Activist Leonid Razvozzhayev disappeared last Friday after consulting with a partner organization of the United Nations' refugee agency.
Rights workers who met Razvozzhayev say he has described being abducted, bound with tape and taken to a basement on his way to Moscow, where he was forced by masked men to confess to plotting unrest.
Russian investigators said Razvozzhayev had been charged with preparing mass disorder against the rule of President Vladimir Putin, a day after they said he had voluntarily signed a confession.
"A number of emotional statements, versions and theories have appeared in the media that often contradict each other," the SBU said in a statement.
"The SBU is carrying out checks with regards to reasons for Razvozzhayev's entry to Ukraine, the legality and (legal) status of his stay on our country's territory and the circumstances and the goal of his urgent departure to Russia."
Ukrainian police earlier said they had no formal reason to investigate the activist's disappearance as no kidnapping report had been filed.
The European Union has urged Ukraine to look into the case. "The allegations are serious and many questions need to be clarified," a spokesman for the EU delegation to Ukraine said.
Ukraine holds a parliamentary election on Sunday.

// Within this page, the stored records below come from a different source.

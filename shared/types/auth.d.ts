import type { Role } from '../roles'

declare module '#auth-utils' {
  interface User {
    id: number
    email: string
    name: string
    role: Role
    /** chosen locale (en-GB, de-DE, sv-SE, en-US); null: the company default */
    locale?: string | null
  }
  interface UserSession {
    sessionVersion: number
    /** Set (with no user) by GET /api/_auth/session when this session no longer counts. */
    ended?: 'disabled' | 'ended'
    /** Set by GET /api/_auth/session: the locale pages format in (the user's choice, else the company default). */
    locale?: string
  }
}

export {}
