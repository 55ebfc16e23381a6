import type { Role } from '../roles'

declare module '#auth-utils' {
  interface User {
    id: number
    email: string
    name: string
    role: Role
  }
  interface UserSession {
    sessionVersion: number
    /** Set (with no user) by GET /api/_auth/session when this session no longer counts. */
    ended?: 'disabled' | 'ended'
  }
}

export {}
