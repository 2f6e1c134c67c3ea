import { requireRole } from '$lib/server/auth/guard';
import { getDb } from '$lib/server/db';
import { buildFleetLife } from '$lib/server/dies/fleet';
import type { PageServerLoad } from './$types';

export const load: PageServerLoad = async (event) => {
	requireRole(event, 'admin', 'toolroom_lead');
	return { families: await buildFleetLife(getDb()) };
};
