test('number fields refuse huge, negative-zero, infinite and NaN values with a message', async ({
	page
}) => {
	await signIn(page, 'admin');
	// Not here: fields the schema declares as integers (cavities, expected life, parts). Superforms
	// reads those with parseInt before zod sees them, so "1e308" arrives as 1 and is stored; that
	// needs a change in every form schema and is reported rather than fixed here.
	const fields: [string, (v: string) => Promise<APIResponse>][] = [
		[
			'die projected area',
			(v) => postForm(page, `/dies/${DIE}/edit`, dieForm({ projectedAreaCm2: v }))
		],
		[
			'press clamping force',
			(v) => postForm(page, `/presses/${state.pressId}?/save`, pressForm({ clampForce: v }))
		]
	];
	for (const [field, submit] of fields) {
		for (const value of ['1e308', '-0', 'NaN', 'Infinity', '-1e308', '1e-400']) {
			const res = await submit(value);
			const body = await res.text();
			expect(res.status(), `${field} ← ${value}`).toBe(400);
			const messages = refusalMessages(res, body);
			expect(messages, `${field} ← ${value}`).not.toEqual([]);
			for (const m of messages) expect(m, `${field} ← ${value}`).not.toMatch(/^(Too|Invalid)/);
		}
	}
	// Nothing changed: the die keeps its 50 cm² and the press its 20 000 kN.
	expect(await (await page.request.get(`/dies/${DIE}`)).text()).toContain('50 cm²');
	expect(await (await page.request.get(`/presses/${state.pressId}`)).text()).toContain('20,000');
});

test('the hostile names stay text on every page, in the CSV exports and in the owner’s PDF', async ({
	page,
	browser
}) => {
	test.setTimeout(120_000);
	expect(state.ownerReady).toBe(true);
	await signIn(page, 'admin');
	const notes = PAYLOADS.filter((p) => !p.text.includes('\u0000') && p.text.length < 100)
		.map((p) => p.text)
		.join('\n');
	let res = await postForm(
		page,
		`/dies/${DIE}/edit`,
		dieForm({ partName: HOSTILE_NAME, partNumber: '"><b>', notes })
	);
	expect(res.status()).toBe(303);
	res = await postForm(page, '/settings?/customer', {
		id: state.customerId,
		code: CUSTOMER_CODE,
		name: HOSTILE_NAME,
		contactEmail: ''
	});
	expect(res.status()).toBe(200);

	// Close one job with hostile findings and a hostile summary shared with the owner.
	await page.goto(`/dies/${DIE}/jobs`);
	const jobs = await page
		.locator('a[href^="/jobs/TJ-"]')
		.evaluateAll((as) => as.map((a) => a.getAttribute('href')!));
	expect(jobs.length).toBeGreaterThan(0);
	res = await postForm(page, `${jobs[0]}?/close`, {
		findings: HOSTILE_NAME,
		workDone: '<script>alert(1)</script> polished',
		hours: '1',
		partsUsed: '"><img src=x onerror=alert(1)>',
		billableToOwner: 'true',
		ownerSummary: `Summary ${HOSTILE_NAME}`,
		summaryShared: 'true'
	});
	expect(res.status(), (await res.text()).slice(0, 300)).toBeLessThan(400);

	for (const url of [`/dies/${DIE}`, `/dies/${DIE}/edit`, `/dies?q=${DIE}`, '/settings', '/jobs']) {
		await expectPage(page, url, HOSTILE_NAME);
	}
	await expectPage(page, jobs[0], `Summary ${HOSTILE_NAME}`);
	await expectCsv(page, `/dies/export.csv?q=${DIE}`, HOSTILE_NAME);
	await expectCsv(page, `/jobs/export.csv?die=${DIE}`, HOSTILE_NAME);

	// In a real browser: nothing runs, nothing is injected, the text reads as typed.
	for (const url of [`/dies/${DIE}`, `/dies?q=${DIE}`, `/dies/${DIE}/jobs`, jobs[0], '/jobs']) {
		await expectInert(page, url, ['<script>alert(1)</script>"><img src=x onerror=alert(1)>']);
	}
	await expectInert(page, `/presses/${state.pressId}`, []);
	await expectInert(page, '/board', []);
	await expectInert(page, '/settings', []);

	// The owner: portal pages, CSV and the PDF statement.
	const owner = await ownerPage(browser);
	for (const url of ['/owner', `/owner/dies/${DIE}`]) {
		await expectPage(owner, url, HOSTILE_NAME);
		await expectInert(owner, url, ['<script>alert(1)</script>"><img src=x onerror=alert(1)>']);
	}
	await expectPage(owner, `/owner/dies/${DIE}`, `Summary ${HOSTILE_NAME}`);
	await expectCsv(owner, '/owner/export.csv', HOSTILE_NAME);

	const pdfRes = await owner.request.get('/owner/statement.pdf');
	expect(pdfRes.status()).toBe(200);
	expect(pdfRes.headers()['content-type']).toContain('application/pdf');
	const pdf = await pdfRes.body();
	expect(pdf.subarray(0, 5).toString('latin1')).toBe('%PDF-');
	const raw = pdf.toString('latin1');
	// No active content: no script, launch or open action, whatever the names said.
	expect(raw).not.toMatch(/\/(JavaScript|JS|Launch|OpenAction|AA)\s*[(<[/]/);
	const shown = pdfText(pdf);
	// The standard PDF fonts have no RTL override or emoji: those become '?'.
	expect(shown).toContain('<script>alert(1)</script>"><img src=x onerror=alert(1)>');
	expect(shown).toContain('Summary <script>alert(1)</script>');
	expect(shown).toContain(') /JS (app.alert(1)) ( ?kcab? ?');
	await owner.context().close();
});

test('a form sent by use:enhance gets the refusal as an action result', async ({ page }) => {
	await signIn(page, 'admin');
	const origin = new URL(page.url()).origin;
	const res = await page.request.post(`/presses/${state.pressId}?/save`, {
		form: pressForm({ notes: 'Seal\u0000ring' }),
		headers: { origin, accept: 'application/json', 'x-sveltekit-action': 'true' }
	});
	expect(res.status()).toBe(400);
	expect(await res.json()).toEqual({
		type: 'error',
		error: { message: expect.stringMatching(/may not contain control characters such as NUL/) }
	});
	expect(await (await page.request.get(`/presses/${state.pressId}`)).text()).not.toContain(
		'Seal\u0000ring'
	);
});

test('the shots API answers bad bodies with 4xx and a reason, and counts nothing', async ({
	page
}) => {
	await signIn(page, 'admin');
	const origin = new URL(page.url()).origin;
	const totalOf = async () =>
		((await (await page.request.get(`/api/v1/dies/${DIE}`)).json()) as { totalShots: number })
			.totalShots;
	const before = await totalOf();
	const entry = (shots: string) => Buffer.from(`{"die":"${DIE}","shots":${shots}}`);
	const cases: {
		name: string;
		body: Buffer;
		type?: string;
		status: number;
		error?: RegExp;
		issueField?: string;
	}[] = [
		{
			name: 'a body over 2 MB',
			body: Buffer.from(JSON.stringify({ die: DIE, shots: 1, key: 'k'.repeat(2_100_000) })),
			type: 'application/json',
			status: 413,
			error: /larger than 2 MB/
		},
		{
			name: 'a form body',
			body: Buffer.from(`die=${DIE}&shots=1`),
			type: 'application/x-www-form-urlencoded',
			status: 415,
			error: /application\/json/
		},
		{
			name: 'plain text',
			body: entry('1'),
			type: 'text/plain',
			status: 415,
			error: /application\/json/
		},
		{
			name: 'XML',
			body: Buffer.from('<shots die="D-0950">1</shots>'),
			type: 'application/xml',
			status: 415
		},
		{
			name: 'malformed JSON',
			body: Buffer.from(`{"die":"${DIE}","shots":`),
			type: 'application/json',
			status: 400,
			error: /not valid JSON/
		},
		{
			name: 'NaN literal',
			body: entry('NaN'),
			type: 'application/json',
			status: 400,
			error: /not valid JSON/
		},
		{
			name: 'a NUL in a string',
			body: Buffer.from(`{"die":"${DIE}","shots":1,"key":"a\\u0000b"}`),
			type: 'application/json',
			status: 400,
			error: /control characters/
		},
		{
			name: 'nesting 100 000 deep',
			body: Buffer.from('['.repeat(100_000) + ']'.repeat(100_000)),
			type: 'application/json',
			status: 400
		},
		{
			name: 'shots 1e308',
			body: entry('1e308'),
			type: 'application/json',
			status: 400,
			issueField: 'shots'
		},
		{
			name: 'shots 1e309 (Infinity)',
			body: entry('1e309'),
			type: 'application/json',
			status: 400,
			issueField: 'shots'
		},
		{
			name: 'shots above 2^53',
			body: entry('9007199254740993'),
			type: 'application/json',
			status: 400,
			issueField: 'shots'
		},
		{
			name: 'negative shots',
			body: entry('-25'),
			type: 'application/json',
			status: 400,
			issueField: 'shots'
		},
		{
			name: 'shots -0',
			body: entry('-0'),
			type: 'application/json',
			status: 400,
			issueField: 'shots'
		},
		{
			name: 'fractional shots',
			body: entry('12.5'),
			type: 'application/json',
			status: 400,
			issueField: 'shots'
		},
		{
			name: 'shots "NaN"',
			body: entry('"NaN"'),
			type: 'application/json',
			status: 400,
			issueField: 'shots'
		},
		{
			name: 'shots as a string',
			body: entry('"12"'),
			type: 'application/json',
			status: 400,
			issueField: 'shots'
		},
		{
			name: 'markup as the press',
			body: Buffer.from(
				JSON.stringify({ die: DIE, shots: 1, machine: '<script>alert(1)</script>' })
			),
			type: 'application/json',
			status: 400,
			issueField: 'machine'
		},
		{
			name: 'a 10 000-character die number',
			body: Buffer.from(JSON.stringify({ die: 'D'.repeat(10_000), shots: 1 })),
			type: 'application/json',
			status: 400,
			issueField: 'die'
		}
	];
	for (const c of cases) {
		const res = await page.request.post('/api/v1/shots', {
			data: c.body,
			headers: { origin, ...(c.type ? { 'content-type': c.type } : {}) }
		});
		expect(res.status(), c.name).toBe(c.status);
		expect(res.headers()['content-type'], c.name).toContain('application/json');
		const answer = (await res.json()) as { error: string; issues?: { field: string }[] };
		expect(answer.error, c.name).toEqual(expect.any(String));
		expect(answer.error.length, c.name).toBeGreaterThan(5);
		if (c.error) expect(answer.error, c.name).toMatch(c.error);
		if (c.issueField) {
			expect(
				answer.issues?.map((i) => i.field),
				c.name
			).toContain(c.issueField);
		}
		expect(JSON.stringify(answer), c.name).not.toMatch(/at .+\.js:\d+/);
	}
	expect(await totalOf()).toBe(before);
	expect((await page.request.get('/sign-in')).status()).toBe(200);
});
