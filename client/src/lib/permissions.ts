import type { Role } from '@wingstage/shared';

/**
 * What each role is offered in the interface. The server enforces the same rules on every route;
 * this table only decides which links and buttons to show so nobody meets a button that fails.
 */
export const can = {
  seeJobs: (r: Role) => r !== 'owner',
  seeAircraft: (r: Role) => r === 'admin' || r === 'manager' || r === 'accounts',
  seeOwners: (r: Role) => r === 'admin' || r === 'manager' || r === 'accounts',
  editRecords: (r: Role) => r === 'admin' || r === 'manager',
  inviteOwner: (r: Role) => r === 'admin' || r === 'manager',
  moveJob: (r: Role) => r === 'admin' || r === 'manager' || r === 'engineer',
  manageStaff: (r: Role) => r === 'admin',
  manageSettings: (r: Role) => r === 'admin',
  seeHistory: (r: Role) => r !== 'owner',
};

export interface NavItem {
  to: string;
  label: string;
}

export function navFor(role: Role): NavItem[] {
  if (role === 'owner') return [{ to: '/my-aircraft', label: 'My aircraft' }];
  const items: NavItem[] = [{ to: '/jobs', label: 'Jobs' }];
  if (can.seeAircraft(role)) items.push({ to: '/aircraft', label: 'Aircraft' });
  if (can.seeOwners(role)) items.push({ to: '/owners', label: 'Owners' });
  if (can.manageStaff(role)) items.push({ to: '/staff', label: 'Staff' });
  if (can.manageSettings(role)) items.push({ to: '/settings', label: 'Settings' });
  return items;
}

export function homeFor(role: Role): string {
  return role === 'owner' ? '/my-aircraft' : '/jobs';
}
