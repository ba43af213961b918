import type { Role } from '@wingstage/shared';

/**
 * What each role is offered in the interface. The server enforces the same rules on every route;
 * this table only decides which links and buttons to show so nobody meets a button that fails.
 */
export const can = {
  seeJobs: (r: Role) => r !== 'owner',
  seeAircraft: (r: Role) => r === 'admin' || r === 'manager' || r === 'accounts',
  seeOwners: (r: Role) => r === 'admin' || r === 'manager' || r === 'accounts',
  editRecords: (r: Role) => r === 'admin' || r === 'manager',
  inviteOwner: (r: Role) => r === 'admin' || r === 'manager',
  moveJob: (r: Role) => r === 'admin' || r === 'manager' || r === 'engineer',
  manageStaff: (r: Role) => r === 'admin',
  manageSettings: (r: Role) => r === 'admin',
  seeHistory: (r: Role) => r !== 'owner',
  seeCatalogue: (r: Role) => r !== 'owner',
  editCatalogue: (r: Role) => r === 'admin' || r === 'manager',
  seeTemplates: (r: Role) => r !== 'owner',
  editTemplates: (r: Role) => r === 'admin' || r === 'manager',
  editEstimate: (r: Role) => r === 'admin' || r === 'manager',
  useHangar: (r: Role) => r === 'engineer' || r === 'manager' || r === 'admin',
  raiseFinding: (r: Role) => r === 'engineer' || r === 'manager' || r === 'admin',
};

export interface NavItem {
  to: string;
  label: string;
}

export function navFor(role: Role): NavItem[] {
  if (role === 'owner') return [{ to: '/my-aircraft', label: 'My aircraft' }];
  const items: NavItem[] = [];
  // The hangar comes first for engineers: it is where their day starts.
  if (role === 'engineer') items.push({ to: '/hangar', label: 'Hangar' });
  items.push({ to: '/jobs', label: 'Jobs' });
  if (can.seeAircraft(role)) items.push({ to: '/aircraft', label: 'Aircraft' });
  if (can.seeOwners(role)) items.push({ to: '/owners', label: 'Owners' });
  if (role === 'manager' || role === 'admin') items.push({ to: '/hangar', label: 'Hangar' });
  if (role !== 'engineer') items.push({ to: '/deposits', label: 'Deposits waiting' });
  if (role === 'accounts' || role === 'admin' || role === 'manager') items.push({ to: '/accounts/deposits', label: 'Accounts' });
  if (can.seeCatalogue(role)) items.push({ to: '/catalogue', label: 'Catalogue' });
  if (can.seeTemplates(role)) items.push({ to: '/templates', label: 'Templates' });
  if (can.manageStaff(role)) items.push({ to: '/staff', label: 'Staff' });
  if (can.manageSettings(role)) items.push({ to: '/settings', label: 'Settings' });
  return items;
}

/** Where each role starts: owners on their aircraft, engineers in the hangar, the office on the jobs. */
export function homeFor(role: Role): string {
  if (role === 'owner') return '/my-aircraft';
  if (role === 'engineer') return '/hangar';
  return '/jobs';
}
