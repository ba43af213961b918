import type { EstimateStage, LineKind } from '@wingstage/shared';

export const LINE_KIND_LABELS: Record<LineKind, string> = {
  labour: 'Labour',
  part: 'Part',
  subcontract: 'Sub-contract',
  fee: 'Fee',
};

export const STAGE_LABELS: Record<EstimateStage, string> = {
  inspection: 'Inspection scope',
  discovered: 'Discovered work',
  approved: 'Approved work',
  declined: 'Declined',
};
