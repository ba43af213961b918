import { describe, expect, it } from 'vitest';
import { safeReturnTo, signInPath } from './return-to';

describe('return-to after sign-in', () => {
  it('keeps a page inside the app with its query', () => {
    expect(safeReturnTo('/jobs?state=in_work')).toBe('/jobs?state=in_work');
    expect(signInPath('/owners/1')).toBe('/sign-in?returnTo=%2Fowners%2F1');
  });

  it('refuses other sites and the sign-in pages themselves', () => {
    expect(safeReturnTo('//elsewhere.example/x')).toBeNull();
    expect(safeReturnTo('https://elsewhere.example')).toBeNull();
    expect(safeReturnTo('/sign-in')).toBeNull();
    expect(signInPath('/')).toBe('/sign-in');
  });
});
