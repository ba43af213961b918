import type { FieldValues, Path, UseFormSetError } from 'react-hook-form';
import { isApiError } from './api-client';

/**
 * Puts the server's field errors next to the matching fields and returns the message for the
 * form's summary. Field paths the form does not show are folded into the summary so nothing is lost.
 */
export function applyServerErrors<T extends FieldValues>(err: unknown, setError: UseFormSetError<T>, fieldNames: readonly string[]): string {
  if (!isApiError(err)) return 'Something went wrong. Please try again.';
  const stray: string[] = [];
  for (const [path, message] of Object.entries(err.fields)) {
    if (fieldNames.includes(path)) setError(path as Path<T>, { type: 'server', message });
    else stray.push(message);
  }
  return [err.message, ...stray].join(' ');
}

/**
 * Wraps a form's submit action: clears the summary, runs the action, and on failure either lets
 * `handle` deal with the error (return true when it did) or puts the server's field errors next
 * to the fields and the rest in the summary. Use as `handleSubmit(withServerErrors(…))`.
 */
export function withServerErrors<T extends FieldValues, V>(
  setError: UseFormSetError<T>,
  setSummary: (message: string | null) => void,
  fieldNames: readonly string[],
  action: (values: V) => Promise<unknown>,
  handle?: (err: unknown) => boolean,
): (values: V) => Promise<void> {
  return async (values) => {
    setSummary(null);
    try {
      await action(values);
    } catch (err) {
      if (handle?.(err)) return;
      setSummary(applyServerErrors(err, setError, fieldNames));
    }
  };
}
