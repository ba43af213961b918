import type { ApiErrorBody, ApiErrorCode } from '@wingstage/shared';

/** An API failure in the shared error shape, or a network failure mapped onto it. */
export class ApiError extends Error {
  readonly code: ApiErrorCode | 'network';
  readonly status: number;
  readonly fields: Record<string, string>;
  readonly requestId: string | undefined;

  constructor(init: { code: ApiErrorCode | 'network'; message: string; status: number; fields?: Record<string, string>; requestId?: string }) {
    super(init.message);
    this.name = 'ApiError';
    this.code = init.code;
    this.status = init.status;
    this.fields = init.fields ?? {};
    this.requestId = init.requestId;
  }
}

export function isApiError(e: unknown): e is ApiError {
  return e instanceof ApiError;
}

const UNSAFE = new Set(['POST', 'PUT', 'PATCH', 'DELETE']);

export function readCookie(name: string, cookieString: string = typeof document === 'undefined' ? '' : document.cookie): string | null {
  for (const part of cookieString.split(';')) {
    const [k, ...rest] = part.trim().split('=');
    if (k === name) return decodeURIComponent(rest.join('='));
  }
  return null;
}

type UnauthorizedListener = () => void;
let onUnauthorized: UnauthorizedListener | null = null;
/** The router registers this so a 401 on a protected page goes to sign-in (keeping the return path). */
export function setUnauthorizedHandler(fn: UnauthorizedListener | null): void {
  onUnauthorized = fn;
}

/** The shared error shape in a failed reply's body, or a plain message when the body is something else. */
function errorFromBody(status: number, body: unknown): ApiError {
  const err = (body as Partial<ApiErrorBody> | null)?.error;
  if (err && typeof err.code === 'string' && typeof err.message === 'string') {
    return new ApiError({ code: err.code, message: err.message, status, fields: err.fields, requestId: err.requestId });
  }
  return new ApiError({
    code: status === 404 ? 'not_found' : status >= 500 ? 'internal' : 'conflict',
    message: status >= 500 ? 'The server could not finish that. Please try again in a moment.' : `The request failed (${status}).`,
    status,
  });
}

async function parseError(res: Response): Promise<ApiError> {
  let body: unknown = null;
  try {
    body = await res.json();
  } catch {
    // A proxy or crash page is not JSON; fall through to a generic message.
  }
  return errorFromBody(res.status, body);
}

const NETWORK_MESSAGE = 'Wingstage could not reach the server. Check the connection and try again.';

export interface RequestOptions {
  method?: 'GET' | 'POST' | 'PUT' | 'PATCH' | 'DELETE';
  body?: unknown;
  query?: Record<string, string | number | undefined | null>;
  signal?: AbortSignal;
  /** Sign-in and session probes must not bounce to the sign-in page on 401. */
  skipUnauthorizedRedirect?: boolean;
}

export function buildUrl(path: string, query?: RequestOptions['query']): string {
  const params = new URLSearchParams();
  for (const [k, v] of Object.entries(query ?? {})) {
    if (v !== undefined && v !== null && v !== '') params.set(k, String(v));
  }
  const qs = params.toString();
  return `/api${path}${qs ? `?${qs}` : ''}`;
}

export async function apiRequest<T>(path: string, opts: RequestOptions = {}): Promise<T> {
  const method = opts.method ?? 'GET';
  const headers: Record<string, string> = { Accept: 'application/json' };
  // A multipart body carries its own boundary in Content-Type: the browser must write that header.
  const isForm = typeof FormData !== 'undefined' && opts.body instanceof FormData;
  if (opts.body !== undefined && !isForm) headers['Content-Type'] = 'application/json';
  if (UNSAFE.has(method)) {
    const csrf = readCookie('ws_csrf');
    if (csrf) headers['X-CSRF-Token'] = csrf;
  }
  let sent: Promise<Response>;
  try {
    sent = fetch(buildUrl(path, opts.query), {
      method,
      headers,
      credentials: 'include',
      body: opts.body === undefined ? undefined : isForm ? (opts.body as FormData) : JSON.stringify(opts.body),
      signal: opts.signal,
    });
  } catch (e) {
    sent = Promise.reject(e);
  }
  return readReply<T>(sent, opts);
}

/**
 * The reply to a request already sent (by apiRequest, or by a page that asked early, before its
 * scripts loaded), read with the same error mapping.
 */
export async function readReply<T>(sent: Promise<Response>, opts: Pick<RequestOptions, 'skipUnauthorizedRedirect'> = {}): Promise<T> {
  let res: Response;
  try {
    res = await sent;
  } catch (e) {
    if ((e as Error).name === 'AbortError') throw e;
    throw new ApiError({ code: 'network', message: NETWORK_MESSAGE, status: 0 });
  }
  if (!res.ok) {
    const err = await parseError(res);
    if (res.status === 401 && !opts.skipUnauthorizedRedirect) onUnauthorized?.();
    throw err;
  }
  if (res.status === 204 || res.status === 202) return undefined as T;
  const text = await res.text();
  return (text ? JSON.parse(text) : undefined) as T;
}

/**
 * Posts files as multipart/form-data and reports how much has been sent (0 to 1), which a phone on
 * a weak hangar signal needs to see. fetch cannot report upload progress, so this one request
 * goes through XMLHttpRequest, with the same CSRF header, cookies and error mapping as the rest.
 */
export function uploadWithProgress<T>(path: string, files: readonly File[], onProgress: (fraction: number) => void, field = 'photos'): Promise<T> {
  const form = new FormData();
  for (const f of files) form.append(field, f, f.name);
  return new Promise<T>((resolve, reject) => {
    const xhr = new XMLHttpRequest();
    xhr.open('POST', buildUrl(path));
    xhr.withCredentials = true;
    xhr.setRequestHeader('Accept', 'application/json');
    const csrf = readCookie('ws_csrf');
    if (csrf) xhr.setRequestHeader('X-CSRF-Token', csrf);
    xhr.upload.onprogress = (e) => {
      if (e.lengthComputable && e.total > 0) onProgress(Math.min(1, e.loaded / e.total));
    };
    xhr.onload = () => {
      let body: unknown = undefined;
      try {
        body = xhr.responseText ? JSON.parse(xhr.responseText) : undefined;
      } catch {
        body = null;
      }
      if (xhr.status >= 200 && xhr.status < 300) {
        onProgress(1);
        resolve(body as T);
        return;
      }
      if (xhr.status === 401) onUnauthorized?.();
      reject(errorFromBody(xhr.status, body));
    };
    xhr.onerror = () => reject(new ApiError({ code: 'network', message: NETWORK_MESSAGE, status: 0 }));
    xhr.send(form);
  });
}

export const api = {
  get: <T>(path: string, query?: RequestOptions['query'], signal?: AbortSignal) => apiRequest<T>(path, { query, signal }),
  post: <T>(path: string, body?: unknown, extra?: Partial<RequestOptions>) => apiRequest<T>(path, { ...extra, method: 'POST', body: body ?? {} }),
  patch: <T>(path: string, body: unknown) => apiRequest<T>(path, { method: 'PATCH', body }),
  delete: <T = void>(path: string, body?: unknown) => apiRequest<T>(path, { method: 'DELETE', body }),
  /** Posts files as multipart/form-data, each under `field`; CSRF and errors as for any other write. */
  upload: <T>(path: string, files: readonly File[], field = 'photos', extra?: Partial<Pick<RequestOptions, 'signal'>>) => {
    const form = new FormData();
    for (const f of files) form.append(field, f, f.name);
    return apiRequest<T>(path, { ...extra, method: 'POST', body: form });
  },
};
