import { Dec, formatMoney, type InvoiceDto } from '@wingstage/shared';

/** "A", "A and B", "A, B and C". */
function listed(items: string[]): string {
  return items.length < 2 ? (items[0] ?? '') : `${items.slice(0, -1).join(', ')} and ${items[items.length - 1]}`;
}

/** The credit notes that carried a refund, by number, in the order issued. */
export function refundCreditNotes(inv: Pick<InvoiceDto, 'creditNotes'>): string[] {
  return inv.creditNotes.filter((cn) => cn.refunded !== null && !new Dec(cn.refunded).isZero()).map((cn) => cn.number);
}

/**
 * The owner's words for where their invoice stands after payments and refunds: first whether anything is
 * left to pay, then what they paid and what of it came back, with the credit note that says so. A refund
 * never reads as money still owed: £87.36 paid and £5.00 refunded is "nothing is left to pay", not
 * "£82.36 paid so far". Decimal strings throughout (no float).
 */
export function ownerInvoiceWords(inv: Pick<InvoiceDto, 'currency' | 'due' | 'dueOn' | 'state' | 'paid' | 'refunded' | 'creditNotes'>, formatDay: (iso: string) => string): { standing: string; paidLine: string | null } {
  const c = inv.currency;
  const owed = !new Dec(inv.due).isZero();
  const paid = new Dec(inv.paid);
  const refunded = new Dec(inv.refunded);
  const standing = owed
    ? `Left to pay: ${formatMoney(inv.due, c)}, by ${formatDay(inv.dueOn)}.`
    : inv.state === 'credited'
      ? 'This invoice has been cancelled in full by a credit note. You owe nothing on it.'
      : refunded.isZero()
        ? 'Paid in full. Thank you.'
        : 'Nothing is left to pay.';
  if (paid.isZero()) return { standing, paidLine: null };
  if (refunded.isZero()) return { standing, paidLine: `You paid ${formatMoney(inv.paid, c)}.` };
  const notes = refundCreditNotes(inv);
  const how = notes.length ? ` with credit note${notes.length > 1 ? 's' : ''} ${listed(notes)}` : '';
  const kept = formatMoney(paid.minus(refunded).toFixed(), c);
  return { standing, paidLine: `You paid ${formatMoney(inv.paid, c)}. We refunded ${formatMoney(inv.refunded, c)} of it to you${how}, so you have paid ${kept} in all.` };
}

Opposition parties are trying to wrest a parliamentary majority out of the hands of President Viktor Yanukovich's Party of the Regions.
"Foreign security services are operating in Ukraine," opposition leader Arseny Yatsenyuk said in a statement posted on his party's website this week.
"I guess they will also take part in counting votes cast by Ukrainians," he said. Yanukovich has sought a political rapprochement with Russia since becoming president in February 2010.
Olexander Yefremov, the leader of the Party of the Regions' parliamentary faction, told local media this week that Razvozzhayev's case was a "disservice" to Ukrainian authorities on Moscow's part.